Response  to the American Psychiatric Association: DSM-5 Development

 

 

The Briish Psychological Society thanks the American Psychiatric Association (APA) for the opportunity to respond to the DSM-5 Development.

 

The British Psychological Society (“the Society”), incorporated by Royal Charter, is the learned and professional body for psychologists in the United Kingdom. The Society is a registered charity with a total membership of almost 50,000.

 

Under its Royal Charter, the objective of the Society is "to promote the advancement and diffusion of the knowledge of psychology pure and applied and especially to promote the efficiency and usefulness of members by setting up a high standard of professional education and knowledge".

 

The Society is committed to providing and disseminating evidence-based expertise and advice, engaging with policy and decision makers, and promoting the highest standards in learning and teaching, professional practice and research.  The Society is an examining body granting certificates and diplomas in specialist areas of professional applied psychology.

 

We are content for our response, as well as our name and address, to be made public.  We are also content for the APA to contact us in the future in relation to this response.  Please direct all queries to:-

 

Consultation Response Team, The British Psychological Society,

48 Princess Road East, Leicester, LE1 7DR.

 

Email: consult@bps.org.uk       Tel: (0116) 252 9508

 

This response was prepared on behalf of the Society by Professor Peter Kinderman, CPsychol, AFBPsS, Chair of the Division of Clinical Psychology (DCP), with contributions from Susan van Scoyoc, CPsychol, CSci, AFBPsS, committee member of the DCP and member of the Division of Heath Psychology (DHP); Dr David Harper, CPsychol, AFBPsS,  Professor David Pilgrim CPsychol, AFBPsS, and Professor Richard Bentall, FBPsS, all members of the DCP; Lucy Johnstone, CPsychol, AFBPsS, committee member of the DCP; Dr Amanda C de C Williams, CPsychol, member of both the DCP and the DHP, and Professor Pamela James, CPsychol, AFBPsS, committee member of the Division of Counselling Psychology.  We would like to thank Berry Neil for informing aspects of this response.  We hope you find our comments useful.

 

 

 

 

 

Dr C A Allan, CPsychol, CSci, AFBPsS

Chair, Professional Practice Board

 

 

 

DSM-5 2011

British Psychological Society response, June 2011

Page 1 of 26

 

 

General Comments

The Society is concerned that clients and the general public are negatively affected by the continued and continuous medicalisation of their natural and normal responses to their experiences; responses which undoubtedly have distressing consequences which demand helping responses, but which do not reflect illnesses so much as normal individual variation....

The putative diagnoses presented in DSM-V are clearly based largely on social norms, with 'symptoms' that all rely on subjective judgements, with little confirmatory physical 'signs' or evidence of biological causation.
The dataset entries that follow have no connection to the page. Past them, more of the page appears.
describe('what the coder adds', () => {
  const text = (state: CoderState) => sectionText(composeHouse(withCoder(state)), 'coder')
  test('applied: which way it leans, how many were judged, where nothing was corrected', () => {
    expect(text('applied')).toContain('Checked against people, the coder is too kind: correcting lowers the average of all mentions by 1.9 points (90% interval 1.0 to 2.8).')
    expect(text('applied')).toContain('Review sites is left as it is: its scores come as a range, such as stars.')
    expect(text('applied')).toMatch(/Microblogs 155 84% −1\.1 −2\.7 to \+0\.5/)
    const coder = sample.coder
    expect(sectionText(withFindings({ coder: { ...coder, movement: 'up', correction: { mean: 2, low: 1, high: 3, sd: 0.6 } } }), 'coder')).toContain('too harsh: correcting raises the average of all mentions by 2.0 points')
    expect(sectionText(withFindings({ coder: { ...coder, movement: 'not-established', correction: { mean: 0.4, low: -1, high: 1.8, sd: 0.9 } } }), 'coder')).toContain('cannot be shown to be too kind or too harsh: correcting moves the average of all mentions by between −1.0 and +1.8 points')
  })
  test.each([['too-few', 'in Microblogs fewer than 50'], ['too-poor', 'agree so little'], ['ranges', 'such as stars'], ['ready-made', 'ready-made table']] as const)('refused, %s: the reason, and no picture', (state, words) => {
    expect(text(state)).toContain(words)
    expect(chartsOf(composeHouse(withCoder(state)))).not.toContain('coder')
    expect(text(state)).not.toMatch(unworded)
  })
  test('absent: what a check would take', () => {
    expect(text('absent')).toContain('350 mentions of each venue, 1,750 in all, drawn at random and judged by people. If the coder is right 85% of the time, what it adds to the interval of a level is then ±1.00 points.')
  })
  test('what intervals leave out goes by whether coding errors were corrected', () => {
    expect(sectionText(usual, 'first-page')).not.toContain('errors in how mentions were coded')
    expect(sectionText(composeHouse(withCoder('absent')), 'first-page')).toContain('cover errors in how mentions were coded')
    expect(sectionText(usual, 'made')).toContain('coder and people agree on 78% to 86% of them')
    expect(sectionText(composeHouse(withCoder('absent')), 'made')).not.toContain('coder and people agree')
  })
})

describe('talk against importance', () => {
  const importance = sample.importance!
  const topics = (change: Partial<typeof importance>) => sectionText(withFindings({ importance: { ...importance, ...change } }), 'topics')
  test('the two ends, where importance comes from, and opinion at topics as they matter', () => {
    expect(topics({})).toContain('Punctuality is talked about most for what it matters: 31% of the talk, 17% of the importance. On board is talked about least for what it matters: 16% of the talk, 27% of the importance.')
    expect(topics({})).toContain('400 customers who were asked about all of them; where customers differ in that opinion, the topics account for 58%')
    expect(topics({})).toContain('opinion would stand at 28.1 points (90% interval 24.1 to 32.1), +2.2 on the period before (90% interval +0.7 to +3.7).')
  })
  test('stated weights name no respondents; without a period before no change is told', () => {
    const stated = topics({ source: 'stated', respondents: null, explained: null, change: null })
    expect(stated).toContain('Importance is as the account states it.')
    expect(stated).not.toMatch(/relative weights|on the period before|not known/)
  })
})
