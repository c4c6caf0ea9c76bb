import type { IntlMessageFormat } from 'intl-messageformat'

type Ast = ReturnType<IntlMessageFormat['getAst']>

/** Names of the arguments of a parsed ICU message, those inside the cases of select and plural too; sorted, each once. */
export function argumentsOf(ast: Ast): readonly string[] {
  return [...new Set(ast.flatMap(namesOf))].sort()
}

function namesOf(element: Ast[number]): readonly string[] {
  if ('options' in element) return [element.value, ...Object.values(element.options).flatMap((option) => argumentsOf(option.value))]
  return isLiteral(element) ? [] : [element.value]
}

/** Plain text and the `#` of a plural name no argument. */
function isLiteral(element: Ast[number]): element is Extract<Ast[number], { readonly type: 0 | 7 }> {
  return element.type === 0 || element.type === 7
}
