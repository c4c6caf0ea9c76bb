import type { Words } from './words.ts'

/** A level of a factor, as the findings and the tables name it. */
export interface NamedLevel {
  readonly label: string
  readonly venue?: string
  readonly topic?: string
  readonly poster?: string
  readonly level?: string
  /** A series compared with the survey; of a venue's own the label tells which. */
  readonly series?: string
}

/**
 * The label of a level. The account's own label is kept; a level that has none but its name (the poster classes,
 * a mention without a topic) is worded by the catalogue, if it knows the name, and else begins with a capital where the data have none.
 */
export function levelLabel(level: NamedLevel, words: Words): string {
  if (level.series !== undefined && words.has(`series-${level.series}`)) return words.say(`series-${level.series}`)
  const name = level.venue ?? level.topic ?? level.poster ?? level.level ?? level.label
  const key = `level-${name}`
  if (level.label !== name) return level.label
  return words.has(key) ? words.say(key) : capitalised(level.label, words.locale)
}

/** For display only: `lost property` reads `Lost property`; a name with capitals of its own (`iPhone`) stays. */
function capitalised(label: string, locale: string): string {
  const [first = '', ...rest] = label
  return label === label.toLocaleLowerCase(locale) ? [first.toLocaleUpperCase(locale), ...rest].join('') : label
}

/** A factor's name: `venue` is worded, one that the account adds stays as it is. */
export function factorName(factor: string, words: Words): string {
  return words.has(`factor-${factor}`) ? words.say(`factor-${factor}`) : factor
}

/** A part of a decomposition in words; the mix of a factor that the account adds is worded by the factor's name. */
export function partName(part: string, words: Words): string {
  if (words.has(`part-${part}`)) return words.say(`part-${part}`)
  return part.endsWith('_mix') ? words.say('part-factor_mix', { factor: factorName(part.slice(0, -'_mix'.length), words) }) : part
}
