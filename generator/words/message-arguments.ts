import type { IntlMessageFormat } from 'intl-messageformat'

type Ast = ReturnType<IntlMessageFormat['getAst']>

/** How a message uses an argument: put in as it stands, choosing a case by its text or by its number, or formatted by ICU itself. */
export type ArgumentUse = 'plain' | 'select' | 'plural' | 'formatted'

/** An argument of a message, once for each way it is used. */
interface UsedArgument {
  readonly name: string
  readonly use: ArgumentUse
}

/** Names of the arguments of a parsed ICU message, those inside the cases of select and plural too; sorted, each once. */
export function argumentsOf(ast: Ast): readonly string[] {
  return [...new Set(usesOf(ast).map(({ name }) => name))].sort()
}

/** Every use of an argument, in the order of the text. */
export function usesOf(ast: Ast): readonly UsedArgument[] {
  return ast.flatMap((element): readonly UsedArgument[] => {
    // plain text and the # of a plural name no argument
    if (element.type === 0 || element.type === 7) return []
    const used = { name: element.value, use: useOf(element.type) }
    return 'options' in element ? [used, ...Object.values(element.options).flatMap((option) => usesOf(option.value))] : [used]
  })
}

/** Types of the elements of @formatjs/icu-messageformat-parser. */
function useOf(type: Ast[number]['type']): ArgumentUse {
  return type === 1 ? 'plain' : type === 5 ? 'select' : type === 6 ? 'plural' : 'formatted'
}
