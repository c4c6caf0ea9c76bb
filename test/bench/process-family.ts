import { readdirSync, readFileSync } from 'node:fs'

/** What a process and all that it has started have used. */
export interface FamilyUse {
  /** The largest sum of memory at any sample, in bytes: PSS (what several share counts once), or RSS where that can't be read. */
  readonly bytes: number
  /** Time on processors, of all together. */
  readonly processorSeconds: number
}

/** proc(5) counts in these; 100 a second on every Linux that node runs on. */
const ticks = 100

/**
 * Sample a process, its children, and theirs, until it has ended. Linux only.
 *
 * @returns asks what was seen so far
 */
export function watchFamily(pid: number, everyMs = 200): () => FamilyUse {
  const used = new Map<number, number>()
  let bytes = 0
  const timer = setInterval(() => {
    const family = familyOf(pid)
    if (family.size === 0) clearInterval(timer)
    for (const [each, seconds] of family) used.set(each, seconds)
    bytes = Math.max(bytes, [...family.keys()].reduce((sum, each) => sum + bytesOf(each), 0))
  }, everyMs)
  timer.unref()
  return () => ({ bytes, processorSeconds: [...used.values()].reduce((sum, seconds) => sum + seconds, 0) })
}

/** Those of the family that run, and the processor seconds of each. */
function familyOf(pid: number): ReadonlyMap<number, number> {
  const all = new Map(readdirSync('/proc').filter((name) => /^\d+$/.test(name)).flatMap((name) => {
    const stat = read(`/proc/${name}/stat`)
    // proc(5): after the name in brackets the state (Z: ended), the parent, and as 14th and 15th fields user and system time
    const fields = stat.slice(stat.lastIndexOf(')') + 2).split(' ')
    return stat === '' || fields[0] === 'Z' ? [] : [[Number(name), { parent: Number(fields[1]), seconds: (Number(fields[11]) + Number(fields[12])) / ticks }] as const]
  }))
  const isOfFamily = (each: number | undefined): boolean => each === pid || (each !== undefined && each > 1 && isOfFamily(all.get(each)?.parent))
  return new Map([...all].filter(([each]) => isOfFamily(each)).map(([each, { seconds }]) => [each, seconds]))
}

function bytesOf(pid: number): number {
  const kilobytes = (text: string, key: string): number => Number(new RegExp(`^${key}:\\s+(\\d+) kB`, 'm').exec(text)?.[1] ?? 0)
  return 1024 * (kilobytes(read(`/proc/${pid}/smaps_rollup`), 'Pss') || kilobytes(read(`/proc/${pid}/status`), 'VmRSS'))
}

function read(file: string): string {
  try {
    return readFileSync(file, 'utf8')
  } catch {
    return ''
  }
}
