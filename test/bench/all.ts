import { spawnSync } from 'node:child_process'

/*
 * Every benchmark in turn: npm run bench. The part against JAGS runs where Rscript is installed.
 */
const parts: readonly (readonly [what: string, command: string, ...args: string[]])[] = [
  ['the ferry demo, HTML and PDF', 'npm', 'run', '--silent', 'tareline', '--', 'build', 'sample-data/skerrow-ferries', '--out', 'demo/skerrow-ferries', '--quiet'],
  ['printing', 'npx', 'tsx', 'test/bench/print.ts'],
  ['watching', 'npx', 'tsx', 'test/bench/watch.ts'],
  ['a fit on one core', 'npx', 'tsx', 'test/bench/fit.ts'],
  ['ten times the steps', 'npx', 'tsx', 'test/bench/fit.ts', 'steps'],
  ['many accounts, sealing and verifying', 'npx', 'tsx', 'test/bench/batch.ts'],
  ['intake of 5,000,000 posts', 'npx', 'tsx', 'test/bench/intake.ts'],
  ...(spawnSync('Rscript', ['--version']).status === 0 ? [['against JAGS', 'npx', 'tsx', 'test/bench/fit.ts', 'jags'] as const] : []),
]

for (const [what, command, ...args] of parts) {
  process.stdout.write(`\n${what}\n`)
  const start = performance.now()
  const { status } = spawnSync(command, args, { stdio: ['ignore', 'inherit', 'inherit'] })
  process.stdout.write(`whole process ${((performance.now() - start) / 1000).toFixed(1)} s\n`)
  if (status !== 0) process.exitCode = 1
}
The criteria are not value-free, but rather reflect current normative social expectations. Many researchers have pointed out that psychiatric diagnoses are plagued by problems of reliability, validity, prognostic value, and co-morbidity. Diagnostic categories do not predict response to medication or other interventions whereas more specific formulations or symptom clusters might (Moncrieff, 2007). Finally, disorders categorised as ‘not otherwise specified’ are huge (running at 30% of all personality disorder diagnoses for example).

Personality disorder and psychoses are particularly troublesome as they are not adequately normed on the general population, where community surveys regularly report much higher prevalence and incidence than would be expected. This problem – as well as threatening the validity of the approach – has significant implications. If community samples show high levels of ‘prevalence’, social factors are minimised, and the continuum with normality is ignored. Then many of the people who describe normal forms of distress like feeling bereaved after three months, or traumatised by military conflict for more than a month, will meet diagnostic criteria.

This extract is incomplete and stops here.